[A version of this post appears on the O'Reilly Strata blog.]
One of the keys to Twitter’s ability to process 500 millions tweets daily is a software development process that values monitoring and measurement. A recent post from the company’s Observability team detailed the software stack for monitoring the performance characteristics of software services, and alert teams when problems occur. The Observability stack collects 170 million individual metrics (time-series) every minute and serves up 200 million queries per day. Simple query tools are used to populate charts and dashboards (a typical user monitors about 47 charts).
The stack is about three years old1 and consists of instrumentation2 (data collection primarily via Finagle), storage (Apache Cassandra), a query language and execution engine3, visualization4, and basic analytics. Four distinct Cassandra clusters are used to serve different requirements (real-time, historical, aggregate, index). A lot of engineering work went into making these tools as simple to use as possible. The end result is that these different pieces provide a flexible and interactive framework for developers: insert a few lines of (instrumentation) code and start viewing charts within minutes5.

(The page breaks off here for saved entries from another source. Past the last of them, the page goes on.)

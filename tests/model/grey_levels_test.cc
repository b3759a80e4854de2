#include "model/grey_levels.h"

#include <catch2/catch.hpp>
#include <cmath>
#include <limits>
#include <numeric>

#include "core/error.h"
#include "random/stream.h"

using namespace stillfield;

namespace {

constexpr float kNaN = std::numeric_limits<float>::quiet_NaN();
constexpr float kInfinity = std::numeric_limits<float>::infinity();

GreyLevels levels_of(const std::vector<float>& pixels, int width = 0) {
  const int n = static_cast<int>(pixels.size());
  const int w = width > 0 ? width : n;
  Volume<float> image({w, n / w});
  for (int i = 0; i < n; ++i) image.at(i % w, i / w) = pixels[static_cast<std::size_t>(i)];
  return make_grey_levels(image.view());
}

// Largest distance of a pixel from the value of its level.
double worst_error(const GreyLevels& g, const std::vector<float>& pixels) {
  double worst = 0.0;
  for (std::size_t i = 0; i < pixels.size(); ++i) {
    const int l = g.level.at(static_cast<int>(i), 0);
    if (std::isfinite(pixels[i])) worst = std::max(worst, std::fabs(g.value(l) - pixels[i]));
  }
  return worst;
}

}  // namespace

TEST_CASE("8-bit images keep every grey value") {
  std::vector<float> pixels;
  for (int v = 255; v >= 0; --v) pixels.push_back(static_cast<float>(v));
  const GreyLevels g = levels_of(pixels, 16);
  CHECK(g.levels == 256);
  CHECK(g.origin == 0.0);
  CHECK(g.step == 1.0);
  CHECK(g.observed == 256);
  CHECK(g.distinct() == 256);
  CHECK(g.notes.empty());
  CHECK(g.level.at(0, 0) == 255);
  CHECK(g.level.at(15, 15) == 0);
  CHECK(std::accumulate(g.histogram.begin(), g.histogram.end(), std::int64_t{0}) == 256);
}

TEST_CASE("integers start at their smallest value, negative or not") {
  const GreyLevels g = levels_of({-7.0f, 3.0f, -2.0f});
  CHECK(g.origin == -7.0);
  CHECK(g.levels == 11);
  CHECK(g.value(g.level.at(1, 0)) == 3.0);
  CHECK(g.distinct() == 3);
}

TEST_CASE("16-bit images of the full range keep every value but the brightest") {
  std::vector<float> pixels(65536);
  std::iota(pixels.begin(), pixels.end(), 0.0f);
  const GreyLevels g = levels_of(pixels);
  CHECK(g.levels == 65535);
  CHECK(g.step == 1.0);
  CHECK(g.notes.size() == 1);
  bool exact = true;
  for (int v = 0; v < 65535; ++v) exact = exact && g.level.at(v, 0) == v;
  CHECK(exact);
  CHECK(g.level.at(65535, 0) == 65534);
  CHECK(g.histogram[65534] == 2);
  CHECK(g.missing() == 65535);
}

TEST_CASE("16-bit images below the full range keep every value, with room for missing pixels") {
  std::vector<float> pixels = {1.0f, 65535.0f, kNaN};
  const GreyLevels g = levels_of(pixels);
  CHECK(g.levels == 65535);
  CHECK(worst_error(g, pixels) == 0.0);
  CHECK(g.level.at(2, 0) == g.missing());
  CHECK(g.notes.size() == 1);  // the missing pixel only
}

TEST_CASE("real numbers are rounded to the nearest of 65535 levels") {
  std::vector<float> pixels;
  RandomStream random(chain_key(1, 0), Purpose::kSimulation);
  for (int i = 0; i < 5000; ++i)
    pixels.push_back(static_cast<float>(0.25 + 3.0 * random.uniform()));
  const GreyLevels g = levels_of(pixels);
  CHECK(g.levels == 65535);
  CHECK(worst_error(g, pixels) <= g.step * (0.5 + 1e-6));
  CHECK(g.step == Approx(3.0 / 65534).epsilon(0.01));
  CHECK(g.notes.size() == 1);
}

TEST_CASE("integers of a wider range than 65535 are rounded, too") {
  std::vector<float> pixels;
  for (int i = 0; i <= 1000; ++i) pixels.push_back(static_cast<float>(i * 1000));
  const GreyLevels g = levels_of(pixels);
  CHECK(g.levels == 65535);
  CHECK(worst_error(g, pixels) <= 0.5 * g.step);
  CHECK(g.distinct() == 1001);
}

TEST_CASE("missing and infinite pixels get the level no grey value has") {
  const GreyLevels g = levels_of({1.0f, kNaN, 4.0f, kInfinity, -kInfinity, 2.0f});
  CHECK(g.levels == 4);
  CHECK(g.observed == 3);
  for (const int x : {1, 3, 4}) CHECK(g.level.at(x, 0) == g.missing());
  REQUIRE(g.notes.size() == 1);
  CHECK(g.notes[0].find("3 missing pixels") == 0);
}

TEST_CASE("an image without any value is refused with a sentence") {
  CHECK_THROWS_AS(levels_of({kNaN, kInfinity, kNaN}), Error);
}

TEST_CASE("a constant image has one level") {
  const GreyLevels integers = levels_of({17.0f, 17.0f});
  CHECK(integers.levels == 1);
  CHECK(integers.value(0) == 17.0);
  const GreyLevels reals = levels_of({0.3f, 0.3f, 0.3f});
  CHECK(reals.levels == 1);
  CHECK(reals.distinct() == 1);
  CHECK(reals.value(reals.level.at(2, 0)) == Approx(0.3f));
}

TEST_CASE("a few far outliers are clipped and do not coarsen the levels") {
  std::vector<float> pixels;
  RandomStream random(chain_key(2, 0), Purpose::kSimulation);
  for (int i = 0; i < 20000; ++i) pixels.push_back(static_cast<float>(random.uniform()));
  pixels[77] = 1e30f;
  pixels[99] = -1e30f;
  const GreyLevels g = levels_of(pixels);
  CHECK(g.step < 1e-3);
  CHECK(g.level.at(77, 0) == g.levels - 1);
  CHECK(g.level.at(99, 0) == 0);
  CHECK(g.notes.size() == 2);  // clipped, and rounded
  CHECK(std::fabs(g.value(g.level.at(1000, 0)) - pixels[1000]) <= g.step);
  CHECK(g.value(g.levels - 1) == Approx(26.0).margin(0.1));  // 0.999 + 25 spans
}

TEST_CASE("pages of a volume share one scale") {
  Volume<float> image({2, 1, 2});
  image.at(0, 0, 0) = 5.0f;
  image.at(1, 0, 0) = 6.0f;
  image.at(0, 0, 1) = 9.0f;
  image.at(1, 0, 1) = 5.0f;
  const GreyLevels g = make_grey_levels(image.view());
  CHECK(g.level.at(0, 0, 0) == 0);
  CHECK(g.level.at(0, 0, 1) == 4);
  CHECK(g.level.at(1, 0, 1) == 0);
}
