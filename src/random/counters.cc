#include "random/counters.h"

namespace stillfield {

std::uint64_t image_seed(std::uint64_t seed, std::span<const std::uint8_t> digest,
                         std::uint32_t page) {
  // A chain of Philox blocks: each absorbs four bytes of the digest, then the page.
  PhiloxKey key{static_cast<std::uint32_t>(seed), static_cast<std::uint32_t>(seed >> 32)};
  const auto absorb = [&key](std::uint32_t value, std::uint32_t position) {
    const PhiloxCounter x = philox4x32({value, position, 0x5f696d61u, 0x67655f73u}, key);
    key = {x[0], x[1]};
  };
  std::uint32_t position = 0;
  for (std::size_t i = 0; i < digest.size(); i += 4) {
    std::uint32_t value = 0;
    for (std::size_t j = i; j < i + 4 && j < digest.size(); ++j) {
      value |= std::uint32_t{digest[j]} << (8 * (j - i));
    }
    absorb(value, position++);
  }
  absorb(page, position);
  return std::uint64_t{key[1]} << 32 | key[0];
}

}  // namespace stillfield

The Observability stack’s suite of analytic functions is a work in progress – only simple tools are currently available. Potential anomalies are highlighted visually and users can input simple alerts (“if the value exceeds 100 for 10 minutes, alert me”). While rule-based alerts are useful, they cannot proactively detect unexpected problems (or “unknown unknowns”). When faced with tracking a large number of time series, correlations are essential: if one time series signals an anomaly, it’s critical to know what others one should be worried about. In place of automatic correlation detection, for now Observability users leverage Zipkin (a distributed tracing system) to identify service dependencies. But its solid technical architecture should allow the Observability team to easily expand its analytic capabilities. Over the coming months, the team plans to add tools6 for pattern matching (search), and automatic correlation and anomaly detection.

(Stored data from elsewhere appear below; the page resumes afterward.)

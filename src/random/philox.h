// Philox4x32 with 10 rounds: four 32-bit words as a pure function of a counter and a key.
//
// Maths    ten rounds of  x0' = hi(M1 x2) ^ x1 ^ k0,  x1' = lo(M1 x2),
//                         x2' = hi(M0 x0) ^ x3 ^ k1,  x3' = lo(M0 x0),  k += (W0, W1)
//          Salmon, Moraes, Dror, Shaw 2011, "Parallel random numbers: as easy as 1, 2, 3"
// Tests    tests/random/philox_test.cc (published known answers and Debian's librandom123-dev)
#ifndef STILLFIELD_RANDOM_PHILOX_H_
#define STILLFIELD_RANDOM_PHILOX_H_

#include <array>
#include <cstdint>

namespace stillfield {

inline constexpr int kPhiloxRounds = 10;
inline constexpr std::uint32_t kPhiloxM0 = 0xD2511F53u;
inline constexpr std::uint32_t kPhiloxM1 = 0xCD9E8D57u;
inline constexpr std::uint32_t kPhiloxW0 = 0x9E3779B9u;
inline constexpr std::uint32_t kPhiloxW1 = 0xBB67AE85u;

using PhiloxCounter = std::array<std::uint32_t, 4>;
using PhiloxKey = std::array<std::uint32_t, 2>;

constexpr PhiloxCounter philox4x32(PhiloxCounter x, PhiloxKey key) {
  for (int round = 0; round < kPhiloxRounds; ++round) {
    const std::uint64_t p0 = std::uint64_t{kPhiloxM0} * x[0];
    const std::uint64_t p1 = std::uint64_t{kPhiloxM1} * x[2];
    x = {static_cast<std::uint32_t>(p1 >> 32) ^ x[1] ^ key[0], static_cast<std::uint32_t>(p1),
         static_cast<std::uint32_t>(p0 >> 32) ^ x[3] ^ key[1], static_cast<std::uint32_t>(p0)};
    key = {key[0] + kPhiloxW0, key[1] + kPhiloxW1};
  }
  return x;
}

}  // namespace stillfield

#endif  // STILLFIELD_RANDOM_PHILOX_H_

While latency requirements tend to grab headlines (e.g. high frequency trading), Twitter’s Observability stack addresses a more common pain point: managing and mining many millions of time-series. In an earlier post I noted that many interesting systems developed for monitoring IT Operations are beginning to tackle this problem. As self-tracking apps continue to proliferate, massively scalable backend systems for time series need to be built. So while I appreciate Twitter’s decision to open source Summingbird, I think just as many users will want to get their hands on an open source version of their Observability stack. I certainly hope the company decides to open source it in the near future.
- Surfacing anomalies and patterns in Machine Data
- The re-emergence of time-series
- 11 Essential Features that Visual Analysis Tools Should Have
(0) Thanks to Franklin Hu and Yann Ramin of Twitter for walking me through the details of the Observability stack.

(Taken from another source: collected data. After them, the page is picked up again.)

#include "model/mixture_em.h"

#include <algorithm>
#include <catch2/catch.hpp>
#include <cmath>

#include "core/error.h"

using namespace stillfield;

namespace {

double normal_density(double v, double mean, double sd) {
  return std::exp(-0.5 * (v - mean) * (v - mean) / (sd * sd)) / sd;
}

// The expected histogram of a mixture on levels low, low + step, ...
GreyHistogram histogram_of(const std::vector<double>& mean, const std::vector<double>& sd,
                           const std::vector<double>& share, int levels, double step) {
  GreyHistogram h;
  h.step = step;
  for (int l = 0; l < levels; ++l) {
    double w = 0.0;
    for (std::size_t k = 0; k < mean.size(); ++k) {
      w += share[k] * normal_density(l * step, mean[k], sd[k]) * step / std::sqrt(2 * M_PI);
    }
    h.value.push_back(l * step);
    h.weight.push_back(1e6 * w);
  }
  return h;
}

}  // namespace

TEST_CASE("EM recovers the parameters of separated mixtures") {
  // Neighbouring means 6 or more deviations apart: the maximum of the likelihood of the expected
  // histogram is the mixture itself.
  struct Case {
    std::vector<double> mean, sd, share;
  };
  for (const Case& c :
       {Case{{60, 150}, {9, 14}, {0.7, 0.3}}, Case{{40, 120, 210}, {7, 10, 6}, {0.2, 0.5, 0.3}},
        Case{{30, 90, 150, 220}, {6, 6, 9, 8}, {0.05, 0.25, 0.3, 0.4}}}) {
    const int classes = static_cast<int>(c.mean.size());
    const Mixture m = fit_mixture(histogram_of(c.mean, c.sd, c.share, 256, 1.0), classes, false);
    for (std::size_t k = 0; k < c.mean.size(); ++k) {
      CAPTURE(classes, k);
      CHECK(m.classes.mean[k] == Approx(c.mean[k]).margin(0.1));
      CHECK(m.classes.sd[k] == Approx(c.sd[k]).epsilon(0.01));
      CHECK(m.proportion[k] == Approx(c.share[k]).margin(0.002));
      CHECK(most_likely_class(m, c.mean[k]) == static_cast<int>(k));
    }
  }
}

TEST_CASE("histograms of many levels are binned without losing the mixture") {
  const Mixture m =
      fit_mixture(histogram_of({15000, 40000}, {2000, 3000}, {0.6, 0.4}, 65000, 1.0), 2, false);
  CHECK(m.classes.mean[0] == Approx(15000).epsilon(0.005));
  CHECK(m.classes.mean[1] == Approx(40000).epsilon(0.005));
  CHECK(m.classes.sd[0] == Approx(2000).epsilon(0.02));
  CHECK(m.classes.sd[1] == Approx(3000).epsilon(0.02));
}

TEST_CASE("a shared variance is the pooled one") {
  const Mixture m = fit_mixture(histogram_of({60, 180}, {8, 12}, {0.5, 0.5}, 256, 1.0), 2, true);
  CHECK(m.classes.shared_variance);
  CHECK(m.classes.sd[0] == m.classes.sd[1]);
  CHECK(m.classes.sd[0] == Approx(std::sqrt((64.0 + 144.0) / 2.0)).epsilon(0.01));
}

TEST_CASE("the result is a stationary point of the likelihood") {
  // Overlapping classes: no closed form, but no small change may be better.
  const GreyHistogram h = histogram_of({100, 140}, {15, 20}, {0.4, 0.6}, 256, 1.0);
  const Mixture m = fit_mixture(h, 2, false);
  const auto log_likelihood = [&h](const Mixture& at) {
    double sum = 0.0;
    for (std::size_t i = 0; i < h.value.size(); ++i) {
      double p = 0.0;
      for (std::size_t k = 0; k < 2; ++k) {
        p += at.proportion[k] * normal_density(h.value[i], at.classes.mean[k], at.classes.sd[k]);
      }
      sum += h.weight[i] * std::log(p);
    }
    return sum;
  };
  const double best = log_likelihood(m);
  for (const double step : {-0.5, 0.5}) {
    for (std::size_t k = 0; k < 2; ++k) {
      Mixture other = m;
      other.classes.mean[k] += step;
      CHECK(log_likelihood(other) < best);
      other = m;
      other.classes.sd[k] += step;
      CHECK(log_likelihood(other) < best);
    }
    Mixture other = m;
    other.proportion[0] += 0.02 * step;
    other.proportion[1] -= 0.02 * step;
    CHECK(log_likelihood(other) < best);
  }
}

TEST_CASE("two levels make two classes of the least variance") {
  GreyHistogram h{{10.0, 20.0}, {5.0, 5.0}, 1.0};
  const Mixture m = fit_mixture(h, 2, false);
  CHECK(m.classes.mean[0] == Approx(10.0).margin(1e-6));
  CHECK(m.classes.mean[1] == Approx(20.0).margin(1e-6));
  CHECK(m.classes.sd[0] >= std::sqrt(1.0 / 12.0) * (1 - 1e-12));
}

TEST_CASE("fewer levels than classes are refused") {
  CHECK_THROWS_AS(fit_mixture({{10.0, 20.0}, {5.0, 5.0}, 1.0}, 3, false), Error);
}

(1) The precursor to the Observability stack was a system that relied on tools like Ganglia and Nagios.
(2) “Just as easy as adding a print statement.”
(3) In-house tools written in Scala, the queries are written in a “declarative, functional inspired language”. In order to achieve near real-time latency, in-memory caching techniques are used.
(5) The system is best described as near real-time. Or more precisely, human real-time (since humans are still in the loop).
(6) Dynamic time warping at massive scale is on their radar. Since historical data is archived, simulation tools (for what-if scenario analysis) are possible but currently not planned. In an earlier post I highlighted one such tool from CloudPhysics.